# Pre-grilled Chicken Breast



## gsxrK3 (Sep 5, 2007)

Have any of you seen the Foster Farms pre-grilled chicken breast at Costco? What do you think of it? 
It is more expensive, you get about half what you would by just buying the chicken breast, but if it's not bad the convenience is worth it for me. It doesn't taste too bad neither, although the smells reminds me of dog food.

Also, approximately what would 3oz. of chicken be in cups?


----------



## gsxrK3 (Sep 5, 2007)

No gsxrK3, I have not seen that, however as long as there are not too many additives they should be okay.
Three ounces of chicken are probably around 1 1/2 to 2 cups, but I am not sure. As you said; approximately.


----------



## gsxrK3 (Sep 5, 2007)

Thank you for your reply I was thinking about the same thing.


----------



## Splash Log (Sep 6, 2007)

All that precooked chicken is knarley.

Go to your local "Halal" market and pick up some fresh chicken.


----------



## BoneCrusher (Sep 6, 2007)

gsxrK3  said:
			
		

> Have any of you seen the Foster Farms pre-grilled chicken breast at Costco? What do you think of it?
> It is more expensive, you get about half what you would by just buying the chicken breast, but if it's not bad the convenience is worth it for me. It doesn't taste too bad neither, although the smells reminds me of dog food.
> 
> Also, approximately what would 3oz. of chicken be in cups?





			
				gsxrK3  said:
			
		

> No gsxrK3, I have not seen that, however as long as there are not too many additives they should be okay.
> Three ounces of chicken are probably around 1 1/2 to 2 cups, but I am not sure. As you said; approximately.





			
				gsxrK3  said:
			
		

> Thank you for your reply I was thinking about the same thing.


----------



## Delusional (Sep 6, 2007)

well im about to head out but i just wanted to toss in my few pennies real quick..
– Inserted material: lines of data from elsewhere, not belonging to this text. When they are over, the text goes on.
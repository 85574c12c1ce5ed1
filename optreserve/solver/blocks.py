"""Separable horizons: a horizon whose droop blocks share no constraint is solved block by
block (serially, or in parallel on Dask) and merged into one Result.

Why it is exact. Every row family of the model (model/build.py, flows.py, nadir.py) is local
to one period, one event instance or one droop block: gains K, step choices z and change
indicators belong to a block (a change is counted against droop_now_pct, a constant, not
against the neighbouring block); headroom, own-reserve, dispatch and pre-event flow rows
belong to a period; settled, flow and nadir rows to an instance, which lies in one period.
Periods of different blocks therefore share no row and no column, and the whole-horizon
program is the direct sum of the block programs: its optimum is the sum of theirs, and a
relative MIP gap g met in every block bounds the gap of the sum by g. The dead-band fixed
point and the nadir rounds act instance by instance too. What can link blocks is only what
this module cannot see: rows a study adds through solve(extend=...), or a horizon prepared by
the caller (hz=...); those are solved whole (`separable`).

Differences from one whole-horizon solve, all within what the result already states: each
block has the full time limit (not a share of one budget), the reported MIP gap is the largest
block gap (an upper bound of the whole gap), and the nadir simulation runs exactly when it
would run on the whole horizon (at most run.NADIR_SIM_MAX_INSTANCES instances in total).
"""

from __future__ import annotations

import time
from dataclasses import replace

import numpy as np
import pandas as pd

from optreserve.case.data import Case
from optreserve.output.results import Result


def separable(case: Case, extend=None, hz=None) -> bool:
    """True when the case is a horizon of more than one droop block and nothing outside the
    model's own row families (extend=, a prepared hz) could link the blocks."""
    if extend is not None or hz is not None or not case.is_horizon:
        return False
    return case.hold_periods is not None and int(case.hold_periods) < case.n_periods


def block_cases(case: Case) -> list[Case]:
    """One case per droop block: its periods, their hours, their rows of every time series,
    and the events of its periods (events without a period apply to every block)."""
    h = int(case.hold_periods)
    T = case.n_periods
    periods = list(case.periods)
    hours = list(case.period_hours)
    pos = {p: k for k, p in enumerate(periods)}
    starts = list(range(0, T, h))
    parts: dict[str, list] = {}
    for key, ser in case.series.items():
        b = ser["period"].map(pos).to_numpy() // h
        order = np.argsort(b, kind="stable")
        cuts = np.searchsorted(b[order], np.arange(len(starts) + 1))
        parts[key] = [ser.iloc[order[cuts[k]:cuts[k + 1]]].reset_index(drop=True)
                      for k in range(len(starts))]
    ev = case.events
    ev_per = ev["period"].to_numpy(object) if "period" in ev.columns else np.full(len(ev), None)
    ev_block = np.array([pos[p] // h if p in pos else -1 for p in ev_per], dtype=np.int64)
    out = []
    for k, t0 in enumerate(starts):
        t1 = min(t0 + h, T)
        keep = (ev_block < 0) | (ev_block == k)
        out.append(replace(case, periods=tuple(periods[t0:t1]),
                           period_hours=tuple(hours[t0:t1]),
                           series={key: parts[key][k] for key in parts},
                           events=ev[keep].reset_index(drop=True), read_time_s=0.0,
                           warnings=()))
    return out


def _warm_from(prev: Result | None):
    """A partial first incumbent for the next block: the previous block's droop settings
    (HiGHS completes the continuous columns itself and drops the start if it does not fit)."""
    if prev is None:
        return None
    a = prev.allocation
    N = int((a["period"] == a["period"].iloc[0]).sum())  # units of the first period
    droop = a["droop_pct"].to_numpy(float)[:N]  # first period: the block's droop
    gain = a["gain_mw_per_hz"].to_numpy(float)[:N]

    def warm(lp, info):
        if info.steps_gain is not None and "z" in lp.var_blocks:
            z = lp.var_blocks["z"].idx()
            on = np.isclose(info.steps_pct, droop[info.steps_unit], rtol=0, atol=1e-9) & (
                info.steps_block == 0)
            return z, on.astype(float)
        if "u" in lp.var_blocks and len(gain) == info.hz.N:
            u, k = lp.var_blocks["u"].idx()[:N], lp.var_blocks["K"].idx()[:N]
            ok = (gain <= info.hz.K_hi_b[0] * (1 + 1e-9)) & ((gain == 0) | (gain >= info.hz.K_lo))
            g = np.where(ok, gain, 0.0)
            return np.r_[u, k], np.r_[(g > 0).astype(float), g]
        return None

    return warm


def _solve_chain(cases: list[Case], kw: dict, warm: bool) -> list[Result]:
    """Solve consecutive blocks in order, each warm-started from the one before."""
    from optreserve.solver.run import solve

    out: list[Result] = []
    for c in cases:
        r = solve(c, blocks=False, warm=_warm_from(out[-1] if out and warm else None), **kw)
        r.case = None  # the merged result carries the whole case; a block's is not sent back
        out.append(_compact(r))
        # a solved block's per-period matrices (a few MB a day) are not needed again: dropped
        # now, not when the whole horizon is done (28 days in one process: 599 -> 480 MB)
        c.__dict__.pop("_matrix_cache", None)
    return out


# A worker holds its chain's cases and results until the chain ends: chains of at most this
# many blocks bound a worker's memory on long horizons (in the year run of docs/performance.md
# the workers stayed at 280-400 MB) while keeping most warm starts.
CHAIN_BLOCKS = 7


def _chunks(n: int, k: int) -> list[range]:
    """Contiguous, nearly equal ranges over n blocks: at least k (one chain per worker, which
    keeps warm starts) and none longer than CHAIN_BLOCKS."""
    k = max(1, min(max(k, -(-n // CHAIN_BLOCKS)), n))
    cuts = np.linspace(0, n, k + 1).round().astype(int)
    return [range(cuts[i], cuts[i + 1]) for i in range(k)]


def solve_blocks(case: Case, workers: int | None = None, scheduler: str | None = None,
                 warm: bool = True, **kw) -> Result:
    """Solve a separable horizon block by block and merge the results (see module doc).
    workers/scheduler: None/None solves in this process; otherwise a Dask LocalCluster of
    `workers` processes or the cluster at `scheduler`, one chain of blocks per worker."""
    from optreserve.solver.nadir_loop import NADIR_SIM_MAX_INSTANCES

    t0 = time.perf_counter()
    cases = block_cases(case)  # emptied as the blocks are solved or sent (memory)
    per = case.events["period"] if "period" in case.events.columns else None
    fixed = 0 if per is None else int(per.isin(list(case.periods)).sum())
    n_inst = (len(case.events) - fixed) * case.n_periods + fixed  # as case.instances() counts
    kw = dict(kw, nadir_sim=n_inst <= NADIR_SIM_MAX_INSTANCES)
    if scheduler is None and (workers is None or workers <= 1):
        results = _solve_chain(cases, kw, warm)
    else:
        results = _solve_dask(cases, kw, warm, workers, scheduler)
    res = merge(case, results)
    res.timings_s["total"] = time.perf_counter() - t0 + case.read_time_s
    return res


def _solve_dask(cases, kw, warm, workers, scheduler) -> list[Result]:
    from dask.distributed import as_completed

    from optreserve.studies.delivery import study_client  # loopback only, no web pages

    with study_client(workers, scheduler) as (client, _):
        n = len(client.scheduler_info().get("workers", {})) or int(workers or 1)
        futures = {client.submit(_solve_chain, [cases[i] for i in r], kw, warm, pure=False): k
                   for k, r in enumerate(_chunks(len(cases), n))}

        done: dict[int, list[Result]] = {}
        for f in as_completed(futures):  # fetched as they finish: workers free them at once
            done[futures[f]] = f.result()
            f.release()
        return [r for k in sorted(done) for r in done[k]]


_TABLES = ("allocation", "events", "links", "prices")


def _compact(r: Result) -> Result:
    """The block's text columns without missing cells as categories (a code per row
    instead of an object per row): a year's block results travel and wait for the merge in
    a fraction of the memory; merge() turns them back into the same text columns."""
    for name in _TABLES:
        df = getattr(r, name)
        if df is None:
            continue
        for c in df.columns:
            col = df[c]
            if col.dtype == object and len(col) and not col.isna().any():
                df[c] = col.astype("category")
    return r


def _text_again(df: pd.DataFrame) -> pd.DataFrame:
    """Category columns (from _compact) back to text, sharing one string per label."""
    for c in df.columns:
        if isinstance(df[c].dtype, pd.CategoricalDtype):
            df[c] = df[c].astype(object)
    return df


_WORST = ["optimal", "time_limit"]


def merge(case: Case, results: list[Result]) -> Result:
    """One Result for the whole horizon from the block results, in period order."""
    first = results[0]
    def cat(name):
        return _text_again(pd.concat([getattr(r, name) for r in results], ignore_index=True))

    statuses = [r.status for r in results]
    status = max(statuses, key=lambda s: _WORST.index(s.replace("_relaxed", ""))
                 if s.replace("_relaxed", "") in _WORST else len(_WORST))
    gaps = [r.mip_gap for r in results]
    res = Result(case=case, status=status, objective_per_h=None,
                 mip_gap=None if any(g is None for g in gaps) else float(max(gaps)),
                 allocation=cat("allocation"), events=cat("events"), links=cat("links"),
                 solver=dict(first.solver),
                 verification={k: float(max(r.verification[k] for r in results))
                               for k in first.verification},
                 relaxed=first.relaxed,
                 change_penalty_total=float(sum(r.change_penalty_total for r in results)))
    res.objective_total = float(sum(r.objective_total for r in results))
    if first.energy_cost is not None:
        res.energy_cost = float(sum(r.energy_cost for r in results))
        res.reserve_cost = float(sum(r.reserve_cost for r in results))
    if all(r.prices is not None for r in results):
        res.prices = cat("prices")
    res.iterations = max(r.iterations for r in results)
    res.solver_warnings = list(dict.fromkeys(w for r in results for w in r.solver_warnings))
    checks = [r.nadir_check for r in results]
    worst = [c.get("worst_hz") for c in checks if c.get("worst_hz") is not None]
    res.nadir_check = {"checked": any(c.get("checked") for c in checks),
                       "rounds": max(c.get("rounds", 0) for c in checks),
                       "worst_hz": max(worst) if worst else None}
    res.timings_s = {"read": case.read_time_s, **{
        k: float(sum(r.timings_s.get(k, 0.0) for r in results)) for k in ("build", "solve")},
        "write": 0.0}
    return res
no costco around here, we have a "Save-A-Lot" but they Suck A Lot and i rarely go there. at wal-mart i buy their brand of pre-grilled chicken strips (their brand is called great value or something like that) its a pretty big bag of pre-grilled chicken strips and all you do is throw the entire bag in the microwave for about 5-7 minutes and it cooks em' up for you. i also bought me a mini food scale for like 8 bucks at GNC to measure things like these. so i just cook up my chicken strips conveniently in the bag, then store them in a container in my fridge. when im ready for some i take my mini food scale and measure out 3 oz worth. very nice and good for when youre in a rush or on-the-go, whatever.


----------